Collected data entries:
"""Calibration device time: what measuring each knob to its tolerance costs, and how often.

For every knob that must tighten (or that drifts), the plan runs amplified phase estimation
(:mod:`budget.analysis.phase_estimation`) on each place the family's gate acts (its *sites*)
that lies outside its tolerance (every site for a drifting knob):
a depth ladder 1, 2, 4, … to fix the phase's 2π branch, then the final depth (n* = 1/Γ, or less
for a loose tolerance) with enough shots that std(δ̂) = tolerance / k (Kimmel, Low, Yoder, PRA 92,
062315 (2015)). Two circuits (cos and
sin quadrature) per depth. Device time = shots × (overhead + depth × gate duration) summed over
circuits, plus a per-circuit overhead.

Drift: a knob calibrated to within σ = t/k that then drifts at D rad/hour stays within its
tolerance t for (t - σ)/D hours; that is its recalibration interval. A *round* calibrates every
planned knob; rounds per day follow from the shortest interval.

The optional ``[calibration]`` table of the error-model file (already parsed into a dict) sets
everything; see :class:`CalibrationSettings` for keys, units and defaults.
"""

from __future__ import annotations

import difflib
import math
from dataclasses import dataclass, field, fields
from typing import Any, Mapping

from budget.analysis.phase_estimation import Probe, final_depth, find_probes  # noqa: F401 (re-exported)
from budget.analysis.sensitivity import knob_key
from budget.analysis.tolerances import NO_EFFECT, ToleranceReport
from budget.errors.context_terms import HARDWARE_KNOBS, HARDWARE_REMEDY, context_knob_keys
from budget.errors.toml_keys import KeyPaths

HOURS_PER_DAY = 24.0


@dataclass(frozen=True)
class CalibrationSettings:
    """Keys of the ``[calibration]`` table, with units and defaults.

    Attributes:
        shot_overhead_us: reset + readout per shot, µs (default 100: passive reset of a few T1 of
            tens of µs plus a µs readout; common practice, no source; about 10 with active reset).
        circuit_overhead_ms: per distinct circuit (compile, load, settle), ms (default 0).
        sigma_factor: k, tolerance / required standard deviation (default 3).
        ladder_shots: shots per circuit at each ladder depth below n* (default 100; enough to pick
            the branch when the phase step is well below π, common practice, no source).
        max_depth: the deepest repetition count used (default 10000).
        parallel_sites: sites of one family are measured at the same time (default false: one
            after another).
        drift_rad_per_hour: ``"family.knob"`` -> drift rate magnitude, rad per hour.
        source: where the table came from (for messages).
    """

    shot_overhead_us: float = 100.0
    circuit_overhead_ms: float = 0.0
    sigma_factor: float = 3.0
    ladder_shots: int = 100
    max_depth: int = 10_000
    parallel_sites: bool = False
    drift_rad_per_hour: Mapping[str, float] = field(default_factory=dict)
    source: str = "<defaults>"


_NUMBERS: dict[str, tuple[str, dict]] = {
    "shot_overhead_us": ("expected a number of µs >= 0", {"low": 0.0}),
    "circuit_overhead_ms": ("expected a number of ms >= 0", {"low": 0.0}),
    "sigma_factor": ("expected a number > 1 (tolerance / standard deviation)", {"low": 1.0, "strict": True}),
    "ladder_shots": ("expected a whole number >= 1", {"low": 1.0, "whole": True}),
    "max_depth": ("expected a whole number >= 1", {"low": 1.0, "whole": True}),
}
"""Key -> (rule, bounds) of the numeric keys (:meth:`budget.errors.toml_keys.KeyPaths.number`)."""
_TABLE = ("calibration",)


def read_calibration(table: Mapping[str, Any] | None, *, source: str = "<dict>") -> CalibrationSettings:
    """Validate the parsed ``[calibration]`` table (None or {} = defaults).

    Every bad value raises one ModelError naming the key, the value, the file and the rule, worded
    as everywhere else in the error-model file (:class:`budget.errors.toml_keys.KeyPaths`).

    >>> read_calibration({"sigma_factor": 2, "drift_rad_per_hour": {"cz.cphase": 0.002}}).sigma_factor
    2.0
    """
    if table is None:
        return CalibrationSettings(source=source)
    keys = KeyPaths(source)
    keys.table(_TABLE, table)
    known = [f.name for f in fields(CalibrationSettings) if f.name != "source"]
    values: dict[str, Any] = {"source": source}
    for key, value in table.items():
        path = _TABLE + (key,)
        if key.startswith("drift") and key != "drift_rad_per_hour":
            raise keys.fail(path, value, "give drift rates with their unit, as calibration.drift_rad_per_hour")
        if key not in known:
            raise keys.unknown(path, value, known)
        if key == "parallel_sites":
            values[key] = keys.flag(path, value)
        elif key == "drift_rad_per_hour":
            values[key] = _drifts(keys, value)
        else:
            rule, bounds = _NUMBERS[key]
            values[key] = keys.number(path, value, rule, **bounds)
    return CalibrationSettings(**values)


def _drifts(keys: KeyPaths, value: Any) -> dict[str, float]:
    path = _TABLE + ("drift_rad_per_hour",)
    if not isinstance(value, Mapping):
        raise keys.fail(path, value, 'expected a table such as {"cz.cphase" = 0.002}')
    out = {}
    for knob, rate in value.items():
        if isinstance(rate, str):
            raise keys.fail(path + (str(knob),), rate, "expected a plain number in rad per hour (the unit is in the key name)")
        out[str(knob)] = keys.number(path + (str(knob),), rate, "expected a drift rate >= 0 in rad per hour", low=0.0)
    return out


@dataclass(frozen=True)
class SiteRun:
    """The experiment at one site: ladder depths, final depth n*, shots, circuits and device time."""

    qubits: tuple[str, ...]
    gamma_per_rep: float
    phase_per_rad: float
    ladder: tuple[int, ...]
    depth: int
    shots_final: int
    circuits: int
    shots_total: int
    device_s: float


@dataclass(frozen=True)
class KnobPlan:
    """Calibrating one knob: why, to what σ, where, how long; with drift, how long it holds.

    ``reason``: ``"tighten"`` (outside its tolerance now) or ``"drift"`` (within it, but drifting).
    ``hold_hours``: time within tolerance after a calibration, (t - σ)/D; None without drift.
    """

    family: str
    knob: str
    reason: str
    tolerance_rad: float
    sigma_rad: float
    sites: tuple[SiteRun, ...]
    device_s: float
    drift_rad_per_hour: float | None
    hold_hours: float | None


@dataclass(frozen=True)
class CalibrationPlan:
    """The whole plan and the totals a group lead can quote.

    Attributes:
        knobs: planned knobs, most device time first.
        round_s: device time of one round (every planned knob once).
        interval_hours: the shortest hold time (None: nothing drifts).
        rounds_per_day: 24 h / interval_hours.
        day_share: round_s × rounds_per_day / 1 day (> 1: calibration cannot keep up).
        scheduled_share: Σ device_s / hold time when each knob is recalibrated on its own clock.
        unplanned: ``"family.knob"`` -> why no experiment is planned for it.
        settings: what the plan assumed.
    """

    knobs: tuple[KnobPlan, ...]
    round_s: float
    interval_hours: float | None
    rounds_per_day: float | None
    day_share: float | None
    scheduled_share: float | None
    unplanned: dict[str, str]
    settings: CalibrationSettings


def model_knob_keys(model: Any) -> frozenset[str]:
    """Every ``"family.knob"`` an ErrorModel defines (gate tables and per-qubit tables alike, and
    the context sections: :func:`budget.errors.context_terms.context_knob_keys`)."""
    out = set(context_knob_keys(model.context, model.gates))
    for gate, gp in list(model.gates.items()) + [(g, p) for (g, _), p in model.gate_overrides.items()]:
        out.update(f"{gp.family or gate}.{k}" for k in gp.knob_values())
    return frozenset(out)


def _drift_of(row_key: tuple[str, str], drifts: Mapping[str, float]) -> float | None:
    """The drift rate for a row: its own key, else its base family's (``"cz q[0],q[1]"`` -> ``"cz"``)."""
    family, knob = row_key
    rate = drifts.get(knob_key(row_key), drifts.get(knob_key((family.split(" ", 1)[0], knob))))
    return rate or None


def calibration_plan(
    report: ToleranceReport,
    probes: Mapping[tuple[str, str], tuple[Probe, ...]],
    settings: CalibrationSettings,
    *,
    model_knobs: frozenset[str] = frozenset(),
) -> CalibrationPlan:
    """Plan the phase-estimation experiments for every knob that must tighten or that drifts.

    A drift key ``"cz.cphase"`` applies to family ``cz`` and to its per-pair or per-operation
    families (``"cz q[0],q[1]"``); a more specific key (``"cz q[0],q[1].cphase"``) wins. Keys the
    model defines (``model_knobs``, see :func:`model_knob_keys`) but this circuit does not use are
    ignored; any other key raises ModelError (a knob the model does not have).
    """
    keys = {knob_key((r.family, r.knob)) for r in report.rows}
    keys |= {knob_key((r.family.split(" ", 1)[0], r.knob)) for r in report.rows}
    for key, rate in settings.drift_rad_per_hour.items():
        if key not in keys and key not in model_knobs:
            known = sorted(keys | model_knobs)
            close = difflib.get_close_matches(key, known, n=1)
            hint = f"did you mean {close[0]!r}?" if close else f"knobs: {', '.join(known) or 'none'}"
            raise KeyPaths(settings.source).fail(_TABLE + ("drift_rad_per_hour", key), rate,
                                                 f"the model has no knob {key}; {hint}")
    k = settings.sigma_factor
    plans: list[KnobPlan] = []
    unplanned: dict[str, str] = {}
    for row in report.rows if report.feasible else ():
        key = knob_key((row.family, row.knob))
        drift = _drift_of((row.family, row.knob), settings.drift_rad_per_hour)
        if row.status != "tighten" and drift is None:
            continue
        if row.knob in HARDWARE_KNOBS:
            unplanned[key] = HARDWARE_REMEDY
            continue
        if not 0 < row.tolerance_rad < math.inf:
            unplanned[key] = "no effect found" if row.status == NO_EFFECT else "its tolerance is zero"
            continue
        sigma = row.tolerance_rad / k
        chosen = probes.get((row.family, row.knob), ())
        if row.status == "tighten" and drift is None:  # only the sites outside their tolerance
            chosen = tuple(p for p in chosen if _site_over(row, p.qubits))
        sites = [_site(p, sigma, settings) for p in chosen]
        why = next((s for s in sites if isinstance(s, str)), None if sites else "no operation of the circuit carries it")
        if why is not None:
            unplanned[key] = why
            continue
        times = [s.device_s for s in sites]
        plans.append(KnobPlan(
            row.family, row.knob, "tighten" if row.status == "tighten" else "drift", row.tolerance_rad, sigma,
            tuple(sites), max(times) if settings.parallel_sites else math.fsum(times), drift,
            (row.tolerance_rad - sigma) / drift if drift else None,
        ))
    plans.sort(key=lambda p: -p.device_s)
    round_s = math.fsum(p.device_s for p in plans)
    holds = [p.hold_hours for p in plans if p.hold_hours is not None]
    interval = min(holds) if holds else None
    per_day = HOURS_PER_DAY / interval if interval else None
    return CalibrationPlan(
        tuple(plans), round_s, interval, per_day,
        round_s * per_day / (HOURS_PER_DAY * 3600) if per_day else None,
        math.fsum(p.device_s / (p.hold_hours * 3600) for p in plans if p.hold_hours) if holds else None,
        unplanned, settings,
    )


def _site_over(row: Any, qubits: tuple[str, ...]) -> bool:
    """Whether the row's site on ``qubits`` lies outside its tolerance (True when sites are not told apart)."""
    name = f"{row.family} {','.join(qubits)}"
    match = [s for s in row.sites if s.site == name]
    return match[0].over if match else True


def _site(probe: Probe, sigma: float, settings: CalibrationSettings) -> SiteRun | str:
    """The experiment at one site, or why there is none."""
    if probe.phase_per_rad <= 0:
        return "repeating the gate does not amplify this knob; it needs an interleaved sequence"
    if not math.isfinite(probe.gamma_per_rep):
        return f"on {','.join(probe.qubits)} the gate's incoherent error erases the signal in one repetition"
    n, final = final_depth(sigma, probe.gamma_per_rep, probe.phase_per_rad, max_depth=settings.max_depth,
                           min_shots=2 * settings.ladder_shots)
    ladder = tuple(2**j for j in range(max(0, math.ceil(math.log2(n))))) if n > 1 else ()
    per_shot = lambda depth: settings.shot_overhead_us * 1e-6 + depth * probe.duration_ns * 1e-9  # noqa: E731
    circuits = 2 * (len(ladder) + 1)
    device = math.fsum([2 * settings.ladder_shots * per_shot(d) for d in ladder] + [final * per_shot(n)])
    return SiteRun(
        probe.qubits, probe.gamma_per_rep, probe.phase_per_rad, ladder, n, final, circuits,
        2 * settings.ladder_shots * len(ladder) + final, device + circuits * settings.circuit_overhead_ms * 1e-3,
    )


def calibration_json(plan: CalibrationPlan) -> dict:
    """The plan as JSON-ready data (seconds, hours, radians as in the field names)."""
    s = plan.settings
    return {
        "settings": {
            "shot_overhead_us": s.shot_overhead_us, "circuit_overhead_ms": s.circuit_overhead_ms,
            "sigma_factor": s.sigma_factor, "ladder_shots": s.ladder_shots, "max_depth": s.max_depth,
            "parallel_sites": s.parallel_sites, "drift_rad_per_hour": dict(s.drift_rad_per_hour),
        },
        "knobs": [
            {
                "family": p.family, "knob": p.knob, "reason": p.reason, "tolerance_rad": p.tolerance_rad,
                "sigma_rad": p.sigma_rad, "device_s": p.device_s, "drift_rad_per_hour": p.drift_rad_per_hour,
                "hold_hours": p.hold_hours,
                "sites": [
                    {
                        "qubits": list(r.qubits), "gamma_per_rep": r.gamma_per_rep, "phase_per_rad": r.phase_per_rad,
                        "ladder": list(r.ladder), "depth": r.depth, "shots_final": r.shots_final,
                        "circuits": r.circuits, "shots_total": r.shots_total, "device_s": r.device_s,
                    }
                    for r in p.sites
                ],
            }
            for p in plan.knobs
        ],
        "unplanned": dict(plan.unplanned),
        "totals": {
            "round_minutes": plan.round_s / 60, "interval_hours": plan.interval_hours,
            "rounds_per_day": plan.rounds_per_day, "day_share": plan.day_share,
            "scheduled_share": plan.scheduled_share,
        },
    }
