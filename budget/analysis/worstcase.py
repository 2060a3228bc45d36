"""The worst case over signs: the maximum of δᵀAδ on the box |δ_f| <= t_f.

Every knob sits somewhere in its tolerance with an unknown sign; the worst case is the largest
leading-order coherent infidelity any such setting can produce.

Why vertices suffice: with A_ff >= 0 the form is convex in each coordinate separately, so for any
point of the box moving one coordinate to the better of its two ends never lowers the value;
doing so coordinate by coordinate reaches a vertex δ = s ∘ t, s ∈ {±1}ⁿ, at least as high. The
maximum is therefore max_s sᵀ B s with B = diag(t) A diag(t), a Boolean quadratic problem (NP-hard
in general; it contains MAX-CUT).

Exact method: the knobs fall into groups that do not interfere (connected components of the
non-zero pattern of A, via scipy.sparse.csgraph); the maximum is the sum over groups, and every
group of up to ``exact_up_to`` knobs (20 by default, 2^19 sign patterns, a few milliseconds) is
enumerated. A larger group gets the spectral bound with an optimised diagonal shift
(:func:`spectral_bound`, the dual of the semidefinite relaxation, never above the triangle
bound Σ_fg |B_fg|), and 1-flip local searches from the leading eigenvectors' signs and from seeded
random patterns give a setting that reaches ``attained``, so the true maximum lies in
[attained, value]; for the positive semidefinite forms of this tool the two are typically within
a few per cent (tests/test_worstcase_bound.py measures it against brute force).
"""

from __future__ import annotations

from dataclasses import dataclass

import numpy as np
from scipy.optimize import minimize
from scipy.sparse.csgraph import connected_components

EXACT_UP_TO = 20
"""Largest group of interfering knobs that is enumerated exactly."""

_CHUNK = 1 << 20
_NEGLIGIBLE = 1e-13
"""Couplings below this fraction of the largest |B| split groups; their |B| is added to the value."""


@dataclass(frozen=True)
class BoxMaximum:
    """The worst case of δᵀAδ on a box.

    Attributes:
        value: the maximum when ``exact``, else an upper bound (the number tolerances rely on).
        attained: δᵀAδ at the vertex ``signs`` ∘ t (a lower bound on the maximum).
        signs: ±1 per knob, the worst setting found.
        exact: True when every interfering group was enumerated.
    """

    value: float
    attained: float
    signs: np.ndarray
    exact: bool


def box_maximum(a: np.ndarray, t: np.ndarray, *, exact_up_to: int = EXACT_UP_TO) -> BoxMaximum:
    """max of δᵀAδ over |δ_f| <= t_f, exact for groups of up to ``exact_up_to`` interfering knobs.

    Args:
        a: real symmetric (n, n), diagonal >= 0, infidelity per rad².
        t: (n,) half-widths in rad, >= 0; ``inf`` only for knobs whose row of A is zero.

    >>> a = np.array([[1.0, -0.5], [-0.5, 1.0]])
    >>> m = box_maximum(a, np.array([1.0, 1.0]))
    >>> m.value, m.signs.tolist(), m.exact
    (3.0, [1.0, -1.0], True)
    """
    a = np.asarray(a, dtype=float)
    t = np.asarray(t, dtype=float)
    n = len(t)
    if a.shape != (n, n):
        raise ValueError(f"box maximum: matrix shape {a.shape} does not match {n} half-widths")
    if np.any(t < 0) or np.any(np.isnan(t)):
        raise ValueError("box maximum: half-widths must not be negative")
    if np.any(np.diag(a) < -1e-12 * max(float(np.max(np.abs(a), initial=0.0)), 1e-300)):
        raise ValueError("box maximum: a diagonal entry of A is negative (then the worst case is not at a vertex)")
    free = np.isinf(t)
    if np.any(free & np.any(a != 0, axis=1)):
        raise ValueError("box maximum: an unbounded knob has a non-zero row in A (the maximum is infinite)")
    ts = np.where(free, 0.0, t)
    b = a * np.outer(ts, ts)
    signs = np.ones(n)
    if n == 0 or not np.any(b):
        return BoxMaximum(0.0, 0.0, signs, True)
    strong = np.abs(b) > _NEGLIGIBLE * np.max(np.abs(b))
    slack = float(np.sum(np.abs(b[~strong])))
    count, group = connected_components(strong, directed=False)
    value = slack
    exact = True
    for g in range(count):
        idx = np.flatnonzero(group == g)
        sub = b[np.ix_(idx, idx)]
        if len(idx) <= exact_up_to:
            best, s = _enumerate(sub)
            value += best
        else:
            best, s = _local_search(sub)
            value += max(best, spectral_bound(sub))
            exact = False
        signs[idx] = s
    attained = float(signs @ b @ signs)
    return BoxMaximum(float(value), attained, signs, exact)


def worst_case_max(a: np.ndarray, t: np.ndarray, *, exact_up_to: int = EXACT_UP_TO) -> float:
    """The worst-case coherent infidelity max δᵀAδ over |δ_f| <= t_f (exact, or an upper bound
    beyond ``exact_up_to`` interfering knobs); see :func:`box_maximum`.

    >>> worst_case_max(np.array([[0.25]]), np.array([0.5]))
    0.0625
    """
    return box_maximum(a, t, exact_up_to=exact_up_to).value


def _enumerate(b: np.ndarray) -> tuple[float, np.ndarray]:
    """max_s sᵀBs over all sign patterns with s_0 = +1 (s and -s give the same value).

    Meet in the middle: split s = (s_L, s_H); sᵀBs = s_LᵀB_LL s_L + s_HᵀB_HH s_H + 2 s_LᵀB_LH s_H,
    so one matrix product gives every pattern's value at a cost of 2^(k-1)·k/2 operations.
    """
    k = len(b)
    low = (k + 1) // 2
    sl = _patterns(low, first_fixed=True)
    sh = _patterns(k - low, first_fixed=False)
    ql = np.einsum("ij,ij->i", sl @ b[:low, :low], sl)
    qh = np.einsum("ij,ij->i", sh @ b[low:, low:], sh)
    cross = sl @ b[:low, low:]
    best, best_s = -np.inf, np.ones(k)
    rows = max(1, _CHUNK // max(len(sh), 1))
    for r0 in range(0, len(sl), rows):
        vals = ql[r0 : r0 + rows, None] + qh[None, :] + 2 * cross[r0 : r0 + rows] @ sh.T
        i, j = np.unravel_index(int(np.argmax(vals)), vals.shape)
        if vals[i, j] > best:
            best, best_s = float(vals[i, j]), np.concatenate([sl[r0 + i], sh[j]])
    return best, best_s


def _patterns(k: int, *, first_fixed: bool) -> np.ndarray:
    """All ±1 rows of length k (with the first entry +1 when ``first_fixed``)."""
    free = k - 1 if first_fixed and k else k
    codes = np.arange(1 << free)
    s = 1.0 - 2 * ((codes[:, None] >> np.arange(free)) & 1)
    return np.hstack([np.ones((len(codes), 1)), s]) if first_fixed and k else s


def _local_search(b: np.ndarray, *, starts: int = 16, seed: int = 0) -> tuple[float, np.ndarray]:
    """A good vertex: 1-flip hill climbing from the signs of the leading eigenvectors and from
    ``starts`` seeded random sign patterns; the best local optimum."""
    k = len(b)
    _, vecs = np.linalg.eigh(b)
    firsts = [np.where(vecs[:, -j] >= 0, 1.0, -1.0) for j in range(1, min(k, 4) + 1)]
    firsts += list(np.random.default_rng(seed).choice((1.0, -1.0), size=(starts, k)))
    off = b - np.diag(np.diag(b))
    best, best_s = -np.inf, np.ones(k)
    for s in firsts:
        s = s.copy()
        while True:
            gain = -4 * s * (off @ s)  # change of sᵀBs when s_i flips
            i = int(np.argmax(gain))
            if gain[i] <= 1e-15 * np.max(np.abs(b)):
                break
            s[i] = -s[i]
        value = float(s @ b @ s)
        if value > best:
            best, best_s = value, s
    return best, best_s


def spectral_bound(b: np.ndarray) -> float:
    """An upper bound on max_s sᵀBs over s ∈ {±1}ⁿ without an SDP solver.

    For any diagonal D, sᵀBs = sᵀ(B - D)s + tr D <= n λ_max(B - D) + tr D, because sᵀs = n. The
    best D gives the bound of Delorme and Poljak (Math. Programming 62, 557 (1993)), the dual of
    the semidefinite relaxation of Goemans and Williamson (J. ACM 42, 1115 (1995)). The function
    is convex in D; L-BFGS-B (scipy.optimize.minimize) with the gradient 1 - n v_i² (v the leading
    eigenvector) gets close to its minimum, and every D tried gives a valid bound, so the smallest
    value seen is returned. Never above the triangle bound Σ|B_fg|.

    >>> round(spectral_bound(np.array([[1.0, 1.0], [1.0, 1.0]])), 9)
    4.0
    """
    n = len(b)
    best = [float(np.sum(np.abs(b)))]

    def f(d: np.ndarray) -> tuple[float, np.ndarray]:
        w, v = np.linalg.eigh(b - np.diag(d))
        value = n * float(w[-1]) + float(np.sum(d))
        best[0] = min(best[0], value)
        return value, 1.0 - n * v[:, -1] ** 2

    start = np.diag(b) - np.sum(np.abs(b - np.diag(np.diag(b))), axis=1) * 0.0
    minimize(f, start, jac=True, method="L-BFGS-B", options={"maxiter": 200, "maxfun": 400})
    return best[0]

- [Problem requirements] Above are the records; report how many of their lines hold the string "CalibrationSettings", with no other words.

- [Response] 9